# Atlantikküste Südfrankreich auf Wolfsbarsch



## SpionGraph (2. Juli 2020)

Hi,
Ich bin diesen Sommer in Südfrankreich an der Atlantikküste (Biskaya-Golf) und würde mich gerne mal auf Wolfsbarsch versuchen. Ich habe gehört an Steinpackungen, Flussmündungen soll es am besten gehen, allerdings gibt es dort nichts außer Kilometerlangen Sandstrand. Hat jemand Tipps oder Vorschläge auf was man noch angeln kann?
Ich freue mich über jede Antwort, danke!


----------



## Steinbuttschreck (2. Juli 2020)

Nabend,
an welchem Ort bist Du denn? Keine Angst, komme nicht vorbei , aber so kann ich mal auf Sat-Bilden schauen und würde mich wieder melden. Kenne mich südlich von Bordeaux etwas aus...........
Gruß Steinbuttschreck


----------



## Gelöschtes Mitglied 195109 (2. Juli 2020)

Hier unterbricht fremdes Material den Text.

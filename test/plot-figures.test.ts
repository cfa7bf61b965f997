import { describe, expect, it } from "vitest";
import { device, operatingPoint, amperesPerVoltSquared, volts, meters, perVolt, sqrtVolts, InputError, type DeviceCard } from "../lib/index.js";
import { outputCharacteristics, transferCharacteristic, transconductancePlot, diodeLoadCurve, plotMimeType, plotSchema, type PlotSpec, type Trace } from "../lib/plot/index.js";
import { runNgspice } from "./support/ngspice.js";

// Invented cards for the tests (not a real process).
const nCard: DeviceCard = { name: "inv-n", polarity: "nmos", kp: amperesPerVoltSquared(120e-6), vt0: volts(0.6), lambda: perVolt(0.04), gamma: sqrtVolts(0.45), phi: volts(0.7) };
const pCard: DeviceCard = { name: "inv-p", polarity: "pmos", kp: amperesPerVoltSquared(45e-6), vt0: volts(-0.7), lambda: perVolt(0.06) };
const mn = device(nCard, meters(20e-6), meters(2e-6));
const mp = device(pCard, meters(40e-6), meters(2e-6));

const role = (spec: PlotSpec, r: string): Trace[] => spec.figure.data.filter((t) => t.meta?.role === r);
/** Back to SI via the axis divisors. */
/** Relative closeness for plotted numbers: x and y are each rounded to 6 significant digits, and y ∝ x² moves twice as much. */
const near = (got: number, want: number, rel = 2e-5, abs = 1e-15) => expect(Math.abs(got - want)).toBeLessThanOrEqual(rel * Math.abs(want) + abs);
const si = (spec: PlotSpec, t: Trace) => ({
  x: t.x.map((v) => v * spec.axes.x.divisor),
  y: t.y.map((v) => v * (t.yaxis === "y2" ? spec.axes.y2!.divisor : spec.axes.y.divisor)),
});

describe("output characteristics", () => {
  const op = operatingPoint(mn, { vgs: volts(1.3), vds: volts(2.1), vsb: volts(0.4) });
  const spec = outputCharacteristics(mn, { gateDrives: [1.0, 1.5, 2.0], vdsMax: 4, operatingPoint: op, loadLine: { openCircuit: 5, resistance: 4000 } });

  it("is a JSON-only spec carrying its schema and a summary", () => {
    expect(spec.schema).toBe(plotSchema);
    expect(plotMimeType).toBe("application/vnd.pinchoff.plot+json");
    expect(JSON.parse(JSON.stringify(spec))).toEqual(spec);
    expect(spec.summary).toMatch(/Operating point: VGS = 1\.30 V, VDS = 2\.10 V/);
  });

  it("adds the bias point's own drive to the family and highlights it", () => {
    const drives = role(spec, "curve").map((t) => t.meta!.gateDrive);
    expect(drives).toEqual([1.0, 1.3, 1.5, 2.0]);
    expect(role(spec, "curve").filter((t) => t.name.endsWith("(bias)"))).toHaveLength(1);
  });

  it("draws the saturation edge as ½k·VDS²·(1+λVDS) at the operating point's VSB (Shichman–Hodges square law with SPICE Level 1 λ)", () => {
    const [edge] = role(spec, "boundary");
    const { x, y } = si(spec, edge!);
    const k = 120e-6 * 10;
    for (let i = 1; i < x.length; i += 10) near(y[i]!, 0.5 * k * x[i]! ** 2 * (1 + 0.04 * x[i]!));
    // It ends at the largest drive's overdrive, with Vt raised by the body effect at VSB = 0.4 V.
    const vt = 0.6 + 0.45 * (Math.sqrt(0.7 + 0.4) - Math.sqrt(0.7));
    expect(x.at(-1)!).toBeCloseTo(2.0 - vt, 5);
  });

  it("puts the load line through (VDD, 0) and (0, VDD/R) and the operating point at the computed bias", () => {
    const { x, y } = si(spec, role(spec, "load-line")[0]!);
    expect(x).toEqual([0, 4]);
    expect(y[0]!).toBeCloseTo(5 / 4000, 9);
    expect(y[1]!).toBeCloseTo(1 / 4000, 9);
    const p = role(spec, "operating-point")[0]!;
    expect(si(spec, p).y[0]!).toBeCloseTo(op.id, 8);
    expect(p.meta!.region).toBe("saturation");
  });

  it("samples the ID–VDS curves as ngspice Level 1 does (ngspice oracle)", () => {
    const curve = role(spec, "curve").find((t) => t.meta!.gateDrive === 1.5)!;
    const { x, y } = si(spec, curve);
    const picks = [8, 40, 100, 160];
    const circuit = [
      ".model NM nmos level=1 vto=0.6 kp=120u lambda=0.04 gamma=0.45 phi=0.7",
      "M1 d g s b NM W=20u L=2u",
      "VG g 0 1.9", "VS s 0 0.4", "VB b 0 0", "VD d 0 0",
    ].join("\n");
    const control = picks.map((i) => `alter VD dc = ${x[i]! + 0.4}\nop\nprint -i(VD)`).join("\n");
    const got = runNgspice({ circuit, control }).map(([, v]) => v);
    picks.forEach((i, n) => expect(Math.abs(y[i]! - got[n]!)).toBeLessThan(1e-3 * Math.abs(got[n]!) + 1e-11));
  });

  it("plots a PMOS in its own polarity (VSD, source→drain current), matching ngspice Level 1 (ngspice oracle)", () => {
    const p = outputCharacteristics(mp, { gateDrives: [1.2, 1.8], vdsMax: 3 });
    expect(p.figure.layout.xaxis.title.text).toContain("V<sub>SD</sub>");
    const curve = role(p, "curve")[1]!;
    const { x, y } = si(p, curve);
    expect(Math.min(...y)).toBeGreaterThanOrEqual(0);
    const picks = [20, 120];
    const circuit = [".model PM pmos level=1 vto=-0.7 kp=45u lambda=0.06", "M1 d g s s PM W=40u L=2u", "VS s 0 3", "VG g 0 1.2", "VD d 0 0"].join("\n");
    const control = picks.map((i) => `alter VD dc = ${3 - x[i]!}\nop\nprint i(VD)`).join("\n");
    const got = runNgspice({ circuit, control }).map(([, v]) => v);
    picks.forEach((i, n) => expect(Math.abs(y[i]! - got[n]!)).toBeLessThan(1e-3 * Math.abs(got[n]!) + 1e-11));
  });

  it("draws a diode-connected load curve that carries no current once the load's VSG falls below |Vt|", () => {
    const lc = diodeLoadCurve(mp, 3.3);
    const at = (vds: number) => lc.id[lc.vds.findIndex((x) => x >= vds)]!;
    expect(at(3.3 - 0.69)).toBe(0);
    const i = lc.vds.findIndex((x) => x >= 1.0);
    const vsd = 3.3 - lc.vds[i]!;
    near(lc.id[i]!, 0.5 * 45e-6 * 20 * (vsd - 0.7) ** 2 * (1 + 0.06 * vsd), 1e-12);
    const s = outputCharacteristics(mn, { gateDrives: [1.2], vdsMax: 3.3, loadCurve: lc });
    expect(role(s, "load-curve")).toHaveLength(1);
  });

  it("rejects bad input with typed errors naming the field", () => {
    expect(() => outputCharacteristics(mn, { gateDrives: [], vdsMax: 3 })).toThrow(InputError);
    expect(() => outputCharacteristics(mn, { gateDrives: [Number.NaN], vdsMax: 3 })).toThrow(/gateDrives\[0\]/);
    expect(() => outputCharacteristics(mn, { gateDrives: [1], vdsMax: -1 })).toThrow(/vdsMax/);
    expect(() => outputCharacteristics(mn, { gateDrives: [0.3], vdsMax: 3 })).toThrow(/above the threshold/);
    expect(() => outputCharacteristics(mn, { gateDrives: [1], vdsMax: 3, loadLine: { openCircuit: 5, resistance: 0 } })).toThrow(/loadLine\.resistance/);
    expect(() => outputCharacteristics(mn, { gateDrives: [1], vdsMax: 3, points: 1 })).toThrow(/points/);
  });
});

describe("transfer characteristic", () => {
  it("is zero below Vt and ½k·VOV²·(1+λVDS) above it in saturation (Shichman–Hodges square law)", () => {
    const s = transferCharacteristic(mn, { vds: 3, vgsMax: 2 });
    const { x, y } = si(s, role(s, "curve")[0]!);
    x.forEach((g, i) => {
      const vov = g - 0.6;
      const want = vov <= 0 ? 0 : 0.5 * 1.2e-3 * vov * vov * (1 + 0.04 * 3);
      near(y[i]!, want);
    });
    expect(role(s, "threshold")[0]!.meta!.vt).toBe(0.6);
  });
  it("takes VDS from the operating point and needs one", () => {
    const op = operatingPoint(mp, { vgs: volts(-1.5), vds: volts(-2) });
    const s = transferCharacteristic(mp, { vgsMax: 2.5, operatingPoint: op });
    expect(role(s, "curve")[0]!.meta!.vds).toBe(2);
    expect(() => transferCharacteristic(mp, { vgsMax: 2.5 })).toThrow(/vds/);
  });
});

describe("gm and gm/ID", () => {
  it("follows gm = k·VOV·(1+λVDS) and gm/ID = 2/VOV in saturation (square law)", () => {
    const s = transconductancePlot(mn, { vds: 2.5, vovMax: 1 });
    const gm = si(s, role(s, "gm")[0]!);
    const eff = si(s, role(s, "gm-over-id")[0]!);
    gm.x.forEach((v, i) => {
      near(gm.y[i]!, 1.2e-3 * v * (1 + 0.04 * 2.5));
      near(eff.y[i]!, 2 / v, 1e-5);
    });
  });
  it("switches to the triode gm = k·VDS·(1+λVDS) once VOV exceeds VDS (SPICE Level 1 form)", () => {
    const s = transconductancePlot(mn, { vds: 0.3, vovMax: 1 });
    const gm = si(s, role(s, "gm")[0]!);
    const i = gm.x.findIndex((v) => v > 0.5);
    near(gm.y[i]!, 1.2e-3 * 0.3 * (1 + 0.04 * 0.3));
  });
  it("marks the bias gm on the left axis and gm/ID on the right", () => {
    const op = operatingPoint(mn, { vgs: volts(1.0), vds: volts(2) });
    const s = transconductancePlot(mn, { vovMax: 0.8, operatingPoint: op });
    const pts = role(s, "operating-point");
    expect(pts.map((t) => t.yaxis ?? "y")).toEqual(["y", "y2"]);
    expect(pts[1]!.y[0]!).toBeCloseTo(2 / 0.4, 3);
    expect(() => transconductancePlot(mn, { vds: 1, vovMax: 0.5, vovMin: 0 })).toThrow(/vovMin/);
  });
  it("draws the weak-inversion ceiling 1/(n·UT): 25.8 S/A for n = 1.5 at 300 K (kT/q from the CODATA 2018 exact constants), n = 1.3 by default as in the inversion check", () => {
    const s = transconductancePlot(mn, { vds: 2, vovMax: 0.5, slopeFactor: 1.5 });
    const line = role(s, "threshold")[0]!;
    expect(line.yaxis).toBe("y2");
    near(line.meta!.gmOverIdCeiling as number, 1 / (1.5 * 0.025852), 1e-4);
    near(role(transconductancePlot(mn, { vds: 2, vovMax: 0.5 }), "threshold")[0]!.meta!.gmOverIdCeiling as number, 1 / (1.3 * 0.025852), 1e-4);
    expect(() => transconductancePlot(mn, { vds: 2, vovMax: 0.5, slopeFactor: 0 })).toThrow(/slopeFactor/);
  });
});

Du musst halt das Meer lesen können. Wenn du kilometer lange Strände hast ist das super für Wobas und vorallem gefleckte Wolfsbarsche ( die lieben Sand). Wichtige Regeln sind dabei:

- an Tagen mit Sonne nurganz früh morgen Abends oder in der Nacht fischen gehen.

-bei bewölkung lohnt es sich auch tagsüber

-abhängigi ob es tiefer Strand ist oder eher flach würde ich die letzten 2 Stunden der Flut befischen ODER die ersten 2 Stunden der einsetzenden Ebbe. Aber ist nur pauschal und kann sich von Spot zu Spot ändern, wobei der Strand meistens so funktioniert

- lass deine Deutschen Köder zu Hause wie z.B. Blinker, Spöket, Spinner die bringen nichts. Gut hingegen sind schwerere Wobbler wie z.B. luck craft flash minnow 13 oder ähnliche.

-Farben: am Tag Perlmutt und weis oder blau/grün wenn das Wasser klar ist. Ist das Wasser dunkel dann auch schockfarben. In der Nacht , bei Neumond Schwaz/braun. Bei vollmond bzw. mondschein weis oder silber.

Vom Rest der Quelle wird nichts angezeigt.